Ashleigh Hughes9/9/04
Poison Lab
Problem
The game Poison involves two teams of any number of people. It begins with a certain amount of counters (m). One counter is designated as the poison counter. The first step of the game is to flip a coin to see who goes first. Whoever wins the coin toss get to choose which team goes first. Then the teams must alternate choosing counters from the pile. When choosing counter each team can only choose 1 or 2 counter each turn. The objective is to leave the counter designated as poison to be the last one. Whoever has to choose that counter on their last turn looses.
Methods
In figuring out this problem, we tried many different things to see if we could find a pattern to win every time. We made many guesses at first, but many turned out to be wrong. First, we thought that even and odd numbers had something to do with winning. We thought that if the total number of counters (m) was even, the game would be played differently than if the total amount of counters (m) was odd. We also thought that whoever went first didn’t matter, because you got a choice in how many counters you took. Another guess we made had to do with getting half of the counters. We thought that that the first person to get half the counters would win. These, and many other conclusions, ended up being wrong.
We eventually found one strategy that worked when the total amount of counters we started off with was multiples of 3 plus one. The equation for this would be 3m+1 and the numbers would included 7,10,13,16, and 19… We found out that you have to go second and choose the opposite of the person who went first. So if the team that goes first chooses one counter, then you would choose two counters. You continue to do this until the last one is left, and it should be the other team’s turn to choose. Once we found this pattern we tried many other things to figure out how to win with other total numbers of counters (m). We tried going first and picking the same as the other person, but that didn’t work. After that, we thought about it for a while, and we came up with 2 more equations to include the numbers that 3m+1 did not.
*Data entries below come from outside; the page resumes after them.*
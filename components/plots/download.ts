/**
 * Saving a figure as a file. Every figure is drawn once, as SVG; the PNG is that SVG drawn into a
 * canvas at 1×, 2× or 4× its size, so both files show exactly what the screen shows. A saved SVG
 * stands alone: theme colours (CSS variables) are written out as the colours on screen and the
 * plot font travels inside it as @font-face data.
 */

/** The pixel densities offered for PNG downloads. */
export const PNG_SCALES = [1, 2, 4] as const;
export type PngScale = (typeof PNG_SCALES)[number];

/** The family name the embedded font carries inside a saved SVG. */
const EMBEDDED_FAMILY = 'Lanewise Plot Sans';

const PAINT_ATTRIBUTES = ['fill', 'stroke', 'stop-color', 'color'] as const;

/** Starts a download of `blob` as `fileName`. */
export function saveBlob(blob: Blob, fileName: string) {
  const url = URL.createObjectURL(blob);
  const a = document.createElement('a');
  a.href = url;
  a.download = fileName;
  document.body.append(a);
  a.click();
  a.remove();
  // Revoking at once can cancel the download in some browsers.
  setTimeout(() => URL.revokeObjectURL(url), 10_000);
}

function blobToDataUrl(blob: Blob): Promise<string> {
  return new Promise((resolve, reject) => {
    const r = new FileReader();
    r.onload = () => resolve(String(r.result));
    r.onerror = () => reject(new Error('the font could not be read'));
    r.readAsDataURL(blob);
  });
}

let fontFaceCss: Promise<string> | null = null;

/**
 * @font-face rules of the page's sans font (next/font serves it under a generated family name),
 * with each file inlined as a data URL and renamed to {@link EMBEDDED_FAMILY}. Read once.
 */
function embeddedFontCss(): Promise<string> {
  fontFaceCss ??= (async () => {
    const stack = getComputedStyle(document.documentElement).getPropertyValue('--font-inter');
    const family = stack
      .split(',')[0]
      ?.trim()
      .replace(/^['"]|['"]$/g, '');
    if (!family) return '';
    const rules: string[] = [];
    for (const sheet of Array.from(document.styleSheets)) {
      let list: CSSRuleList;
      try {
        list = sheet.cssRules;
      } catch {
        continue; // a stylesheet of another origin cannot be read
      }
      for (const rule of Array.from(list)) {
        if (!(rule instanceof CSSFontFaceRule)) continue;
        if (rule.style.getPropertyValue('font-family').replace(/['"]/g, '').trim() !== family)
          continue;
        const src = /url\(["']?([^"')]+)["']?\)/.exec(rule.style.getPropertyValue('src'))?.[1];
        if (!src) continue;
        const res = await fetch(new URL(src, sheet.href ?? location.href));
        if (!res.ok) continue;
        const data = await blobToDataUrl(await res.blob());
        const weight = rule.style.getPropertyValue('font-weight') || 'normal';
        const range = rule.style.getPropertyValue('unicode-range');
        rules.push(
          `@font-face{font-family:'${EMBEDDED_FAMILY}';src:url(${data}) format('woff2');font-weight:${weight};${range ? `unicode-range:${range};` : ''}}`,
        );
      }
    }
    return rules.join('\n');
  })().catch(() => '');
  return fontFaceCss;
}

/** Writes every paint given as a CSS variable as the colour the live element shows. */
function resolvePaints(live: Element, copy: Element) {
  const style = getComputedStyle(live);
  for (const name of PAINT_ATTRIBUTES) {
    const v = copy.getAttribute(name);
    if (v?.includes('var(')) copy.setAttribute(name, style.getPropertyValue(name));
  }
  const kids = live.children;
  const copies = copy.children;
  for (let i = 0; i < kids.length; i++) resolvePaints(kids[i], copies[i]);
}

/** The figure as a standalone SVG document (colours resolved, font embedded). */
export async function svgDocument(svg: SVGSVGElement): Promise<string> {
  const copy = svg.cloneNode(true) as SVGSVGElement;
  resolvePaints(svg, copy);
  copy.setAttribute('xmlns', 'http://www.w3.org/2000/svg');
  copy.removeAttribute('class');
  copy.removeAttribute('style');
  const css = await embeddedFontCss();
  if (css) {
    const style = document.createElementNS('http://www.w3.org/2000/svg', 'style');
    style.textContent = css;
    copy.insertBefore(style, copy.firstChild);
    // An SVG drawn as an image sees no page fonts; the PNG needs the embedded one too.
    const family = copy.getAttribute('font-family');
    copy.setAttribute('font-family', `'${EMBEDDED_FAMILY}', ${family ?? 'sans-serif'}`);
  }
  return `<?xml version="1.0" encoding="UTF-8"?>\n${new XMLSerializer().serializeToString(copy)}`;
}

/** Saves the figure as `fileName` (an .svg file that stands alone). */
export async function saveSvg(svg: SVGSVGElement, fileName: string): Promise<void> {
  saveBlob(new Blob([await svgDocument(svg)], { type: 'image/svg+xml' }), fileName);
}

/**
 * A PNG of an SVG document `width` × `height` user units (CSS pixels) drawn at `scale` device
 * pixels per unit. Rejects with a message if the browser cannot draw it.
 */
export async function svgToPng(
  svgText: string,
  width: number,
  height: number,
  scale: number,
): Promise<Blob> {
  const url = URL.createObjectURL(new Blob([svgText], { type: 'image/svg+xml' }));
  try {
    const img = new Image();
    await new Promise<void>((resolve, reject) => {
      img.onload = () => resolve();
      img.onerror = () => reject(new Error('the browser could not draw the figure'));
      img.src = url;
    });
    const canvas = document.createElement('canvas');
    canvas.width = Math.round(width * scale);
    canvas.height = Math.round(height * scale);
    const ctx = canvas.getContext('2d');
    if (!ctx) throw new Error('this browser has no 2-D canvas');
    ctx.drawImage(img, 0, 0, canvas.width, canvas.height);
    const blob = await new Promise<Blob | null>((resolve) => canvas.toBlob(resolve, 'image/png'));
    if (!blob) throw new Error('the canvas gave no PNG');
    return blob;
  } finally {
    URL.revokeObjectURL(url);
  }
}

/** The file name of a PNG at `scale` (`stem.png` at 1×, `stem@4x.png` at 4×). */
export const pngFileName = (fileStem: string, scale: number) =>
  scale === 1 ? `${fileStem}.png` : `${fileStem}@${scale}x.png`;

/** Saves the figure as a PNG at `scale` × the width and height of its viewBox (user units). */
export async function savePng(svg: SVGSVGElement, fileStem: string, scale: number): Promise<void> {
  const { width, height } = svg.viewBox.baseVal;
  if (!(width > 0 && height > 0)) throw new Error('the figure has no viewBox to size the PNG');
  const blob = await svgToPng(await svgDocument(svg), width, height, scale);
  saveBlob(blob, pngFileName(fileStem, scale));
}
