'use client';

import { useMemo, useRef } from 'react';
import { vLsrAtKms } from '@/lib/astro/kinematic-distance';
import { toolCurve, type ToolCurveName } from '@/lib/calculators';
import { FigureDownloads, PLOT_COLOURS, saveSvgFigure } from './figure';

/** Theme colours (a saved SVG gets them written out); the mark is the HII tracer's orange. */
const COLOUR = {
  paper: PLOT_COLOURS.background,
  ink: PLOT_COLOURS.ink,
  inkSoft: PLOT_COLOURS.inkSoft,
  rule: PLOT_COLOURS.faint,
  accent: PLOT_COLOURS.accent,
  mark: '#d55e00',
};

const W = 720;
const H = 400;
const M = { left: 66, right: 24, top: 44, bottom: 54 };
const PW = W - M.left - M.right;
const PH = H - M.top - M.bottom;
const SAMPLES = 600;
/** A paper-coloured halo keeps labels readable where they cross the curve or the grid. */
const HALO = { stroke: COLOUR.paper, strokeWidth: 3, paintOrder: 'stroke' } as const;

export type VelocityDistancePlotProps = {
  lDeg: number;
  bDeg: number;
  vKms: number;
  curve: { name: ToolCurveName; label: string; R0: number; theta0: number };
  /** `single` is the one root of an outer-Galaxy source (near and far null). */
  roots: { near: number | null; far: number | null; single: number | null; tangent: number | null };
};

/** Round steps of 1, 2 or 5 × 10^k covering [lo, hi] with about `count` ticks. */
function ticks(lo: number, hi: number, count: number): number[] {
  const raw = (hi - lo) / count;
  const mag = 10 ** Math.floor(Math.log10(raw));
  const step = [1, 2, 5, 10].map((f) => f * mag).find((s) => s >= raw) ?? 10 * mag;
  const out: number[] = [];
  for (let t = Math.ceil(lo / step) * step; t <= hi + step * 1e-9; t += step) {
    out.push(Math.abs(t) < step * 1e-9 ? 0 : t);
  }
  return out;
}

function niceCeil(x: number): number {
  const mag = 10 ** Math.floor(Math.log10(x));
  return ([1, 1.5, 2, 2.5, 3, 4, 5, 6, 8, 10].find((f) => f * mag >= x) ?? 10) * mag;
}

/**
 * v_LSR (km/s) against line-of-sight distance d (kpc) along one sight line (l, b in degrees)
 * under circular rotation on the chosen curve, with the source's velocity as a horizontal line
 * and its near, far (or single outer-Galaxy) and tangent-point distances marked. Drawn as inline SVG; "Download SVG"
 * saves exactly what is shown.
 */
export function VelocityDistancePlot({
  lDeg,
  bDeg,
  vKms,
  curve,
  roots,
}: VelocityDistancePlotProps) {
  const svgRef = useRef<SVGSVGElement>(null);
  const plot = useMemo(() => {
    const rc = toolCurve(curve.name, curve.R0, curve.theta0);
    const dMax = niceCeil(
      Math.max(
        15,
        1.15 * (roots.far ?? roots.single ?? 0),
        2.3 * (roots.tangent ?? 0),
        1.15 * (roots.near ?? 0),
      ),
    );
    const d = new Float64Array(SAMPLES + 1);
    const v = new Float64Array(SAMPLES + 1);
    let vMin = Math.min(vKms, 0);
    let vMax = Math.max(vKms, 0);
    for (let i = 0; i <= SAMPLES; i++) {
      d[i] = (dMax * i) / SAMPLES;
      v[i] = vLsrAtKms(lDeg, bDeg, d[i], rc);
      vMin = Math.min(vMin, v[i]);
      vMax = Math.max(vMax, v[i]);
    }
    const pad = Math.max(5, 0.08 * (vMax - vMin));
    const vTicks = ticks(vMin - pad, vMax + pad, 6);
    const vLo = Math.min(vMin - pad, vTicks[0]);
    const vHi = Math.max(vMax + pad, vTicks[vTicks.length - 1]);
    const x = (dist: number) => M.left + (dist / dMax) * PW;
    const y = (vel: number) => M.top + ((vHi - vel) / (vHi - vLo)) * PH;
    let path = '';
    for (let i = 0; i <= SAMPLES; i++) {
      path += `${i === 0 ? 'M' : 'L'}${x(d[i]).toFixed(2)},${y(v[i]).toFixed(2)}`;
    }
    const vTangent = roots.tangent === null ? null : vLsrAtKms(lDeg, bDeg, roots.tangent, rc);
    return { dMax, dTicks: ticks(0, dMax, 6), vTicks, x, y, path, vTangent };
  }, [
    lDeg,
    bDeg,
    vKms,
    curve.name,
    curve.R0,
    curve.theta0,
    roots.far,
    roots.single,
    roots.near,
    roots.tangent,
  ]);

  const { x, y } = plot;
  const atTangent = roots.tangent !== null && roots.near !== null && roots.near === roots.far;
  // The square marks the far root, or the single root of an outer-Galaxy source.
  const square = roots.far ?? roots.single;
  const squareName = roots.far !== null ? 'far' : 'single';
  const tangentAbove = plot.vTangent !== null && plot.vTangent >= vKms;
  const rootLabelDy = tangentAbove ? 18 : -10;
  const title = `l = ${lDeg.toFixed(3)}°, b = ${bDeg.toFixed(3)}°, v_LSR = ${vKms.toFixed(1)} km/s — ${curve.label}, R0 = ${curve.R0} kpc, Θ0 = ${curve.theta0} km/s`;

  return (
    <figure className="min-w-0 space-y-2">
      <svg
        ref={svgRef}
        data-figure=""
        xmlns="http://www.w3.org/2000/svg"
        viewBox={`0 0 ${W} ${H}`}
        role="img"
        aria-label={`Velocity against distance along the line of sight: ${title}`}
        className="h-auto w-full max-w-3xl rounded-md border border-rule"
        fontFamily="Inter, ui-sans-serif, system-ui, sans-serif"
      >
        <title>{title}</title>
        <rect x={0} y={0} width={W} height={H} fill={COLOUR.paper} />
        <text x={M.left} y={22} fontSize={12} fill={COLOUR.ink}>
          {title}
        </text>
        {plot.dTicks.map((t) => (
          <g key={`d${t}`}>
            <line
              x1={x(t)}
              x2={x(t)}
              y1={M.top}
              y2={M.top + PH}
              stroke={COLOUR.rule}
              strokeWidth={0.6}
            />
            <text
              x={x(t)}
              y={M.top + PH + 16}
              fontSize={11}
              textAnchor="middle"
              fill={COLOUR.inkSoft}
              fontFamily="ui-monospace, monospace"
            >
              {t}
            </text>
          </g>
        ))}
        {plot.vTicks.map((t) => (
          <g key={`v${t}`}>
            <line
              x1={M.left}
              x2={M.left + PW}
              y1={y(t)}
              y2={y(t)}
              stroke={COLOUR.rule}
              strokeWidth={t === 0 ? 1.2 : 0.6}
            />
            <text
              x={M.left - 6}
              y={y(t) + 4}
              fontSize={11}
              textAnchor="end"
              fill={COLOUR.inkSoft}
              fontFamily="ui-monospace, monospace"
            >
              {t}
            </text>
          </g>
        ))}
        <rect
          x={M.left}
          y={M.top}
          width={PW}
          height={PH}
          fill="none"
          stroke={COLOUR.inkSoft}
          strokeWidth={0.8}
        />
        <text x={M.left + PW / 2} y={H - 12} fontSize={12} textAnchor="middle" fill={COLOUR.ink}>
          Distance along the line of sight d (kpc)
        </text>
        <text
          x={16}
          y={M.top + PH / 2}
          fontSize={12}
          textAnchor="middle"
          fill={COLOUR.ink}
          transform={`rotate(-90 16 ${M.top + PH / 2})`}
        >
          v_LSR (km/s)
        </text>
        <path
          d={plot.path}
          fill="none"
          stroke={COLOUR.accent}
          strokeWidth={2}
          data-series="curve"
        />
        <line
          x1={M.left}
          x2={M.left + PW}
          y1={y(vKms)}
          y2={y(vKms)}
          stroke={COLOUR.mark}
          strokeWidth={1.2}
          strokeDasharray="6 4"
          data-series="velocity"
        />
        <text
          x={M.left + PW - 4}
          y={y(vKms) - 5}
          fontSize={11}
          textAnchor="end"
          fill={COLOUR.mark}
          {...HALO}
        >
          v = {vKms.toFixed(1)} km/s
        </text>
        {!atTangent && roots.near !== null && (
          <g data-root="near">
            <circle
              cx={x(roots.near)}
              cy={y(vKms)}
              r={5}
              fill={COLOUR.paper}
              stroke={COLOUR.ink}
              strokeWidth={1.6}
            />
            <text
              x={x(roots.near) - 6}
              y={y(vKms) + rootLabelDy}
              fontSize={11}
              textAnchor="end"
              fill={COLOUR.ink}
              {...HALO}
            >
              near {roots.near.toFixed(2)} kpc
            </text>
          </g>
        )}
        {!atTangent && square !== null && (
          <g data-root={squareName}>
            <rect
              x={x(square) - 4.5}
              y={y(vKms) - 4.5}
              width={9}
              height={9}
              fill={COLOUR.paper}
              stroke={COLOUR.ink}
              strokeWidth={1.6}
            />
            <text
              x={x(square) + 6}
              y={y(vKms) + rootLabelDy}
              fontSize={11}
              textAnchor="start"
              fill={COLOUR.ink}
              {...HALO}
            >
              {squareName} {square.toFixed(2)} kpc
            </text>
          </g>
        )}
        {roots.tangent !== null && plot.vTangent !== null && roots.tangent <= plot.dMax && (
          <g data-root="tangent">
            <path
              d={`M${x(roots.tangent)},${y(plot.vTangent) - 6}l6,6l-6,6l-6,-6z`}
              fill={COLOUR.accent}
              stroke={COLOUR.paper}
              strokeWidth={1}
            />
            <text
              x={x(roots.tangent)}
              y={y(plot.vTangent) + (tangentAbove ? -10 : 20)}
              fontSize={11}
              textAnchor="middle"
              fill={COLOUR.accent}
              {...HALO}
            >
              tangent {roots.tangent.toFixed(2)} kpc, v_t = {plot.vTangent.toFixed(1)} km/s
              {atTangent ? ' (source placed here)' : ''}
            </text>
          </g>
        )}
      </svg>
      <figcaption className="flex flex-wrap items-center justify-between gap-2 text-xs text-ink-soft">
        <span>
          Circular rotation on the chosen curve; ○ near and □ far (or single) roots on the dashed
          velocity line, ◆ the tangent point (terminal velocity).
        </span>
        <FigureDownloads
          title="velocity against distance"
          save={(format) =>
            saveSvgFigure(
              svgRef.current,
              `velocity-distance_l${lDeg.toFixed(3)}_b${bDeg.toFixed(3)}`,
              format,
            )
          }
        />
      </figcaption>
    </figure>
  );
}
The two equations are 3m and 3m+2. 3m means that the total numbers of counters that you start off with is a multiples of 3; for example, 3, 6, 9, and 12… are multiples of 3. 3m+2 means that the number of counters that you start off with is a multiple of 3 plus 2, like 5, 8, 11, 14, and 17…. We get these numbers by plugging in any number to the m or the total amount of counters you start off with. We eventually found patterns that worked for these equations as well. If you start with a total number of counters that is included in the 3m equation, then you want to go first. When you go first, you should pick 2 counters, then pick the opposite amount of counters that the second team picks. If you start with a total number of counters that is included in the 3m+2 equation, you should go first and pick 1 counter. After that you should pick the opposite amount of counters that the second team picks. All of these patterns depend on whether or not you win the coin toss, because if you win the coin toss you get to choose who gets to go first.
Solution
The solution to this game would be to first figure out how many counters you are starting out with. Depending on how many counters you start out with determines how you play the game to win. Then you want to win the coin toss, because that gives you control over the game. Once you have won the coin toss, you take the total number of counters the game is starting out with (m), and you see which equation the amount fits into. If the total is a multiple of 3 (3m), then you want to choose your team to go first. On your first turn, you need to choose 2 counter. After you have chosen two counter it is the other teams turn. Remember how many counters they choose, because you need to choose the opposite number of counter when it is your teams turn. For example, if the other team chooses 1 counter, you want to choose 2. You continue to play until the last counter is left, which is the poison one, and it should be the others team’s. If the total number of counters (m) is not a multiple of 3, you do things a little bit different. When “m” is a multiple of 3 plus 2 (3m+2), you want to do things all the same except on your first turn. You want to take 1 counter instead of 2. Then you play the game the same, choosing the opposite of what the other team picks. If the total amount of counters is a multiple of 3 plus 1 (3m+1), then you want to go second after winning the coin toss. After the other team goes first, you choose the opposite of whatever they choose. If you win the coin toss and take all these steps you should be able to win every time.
Justification
The first thing that must be explained is the equations we use to determine what steps to take. We get these equations by looking at multiples of 3. For example, 3, 6, 9, and 12 are multiples of 3. We choose multiples of 3 because in the problem the two teams can choose up to 3 counters on each round. We will first look at the equation for 3m+1. The goal in this equation is to have 3 counters taken at the end of each round. This is why you what to go second and choose the opposite of the other team. If the other team goes first and chooses 1 counter, and your team goes second and chooses two counters, then the total number of counters gone is 3. Since the equation is multiples of 3 plus 1, there should be 1 counter left on the last round. Since the other team went first it should be their turn to take the last poison counter. When looking at the equation for 3m it is basically the same except you want to go first. On your first turn you choose 2 counters which now makes the problem like the 3m+1 equation. For example, if the total number of counters you start out with is 12 and you take 2 away then you have 10, which is a number that fits into the 3m+1 equation. You continue to play the game just like the 3m+1 equation, and you should win every time. The equation 3m+2 is played. almost the same way. In this equation you choose 1 counter on your first turn instead of 2. In the same way, now the problem becomes the 3m+1 equation. The reason for not using a 3m+3 equation is because it gives you the same numbers as the 3m equation. They will both give you multiples of 3. Basically the whole game depends on whether or not you win the coin toss. Once you win the coin toss, then you have complete control of over the game.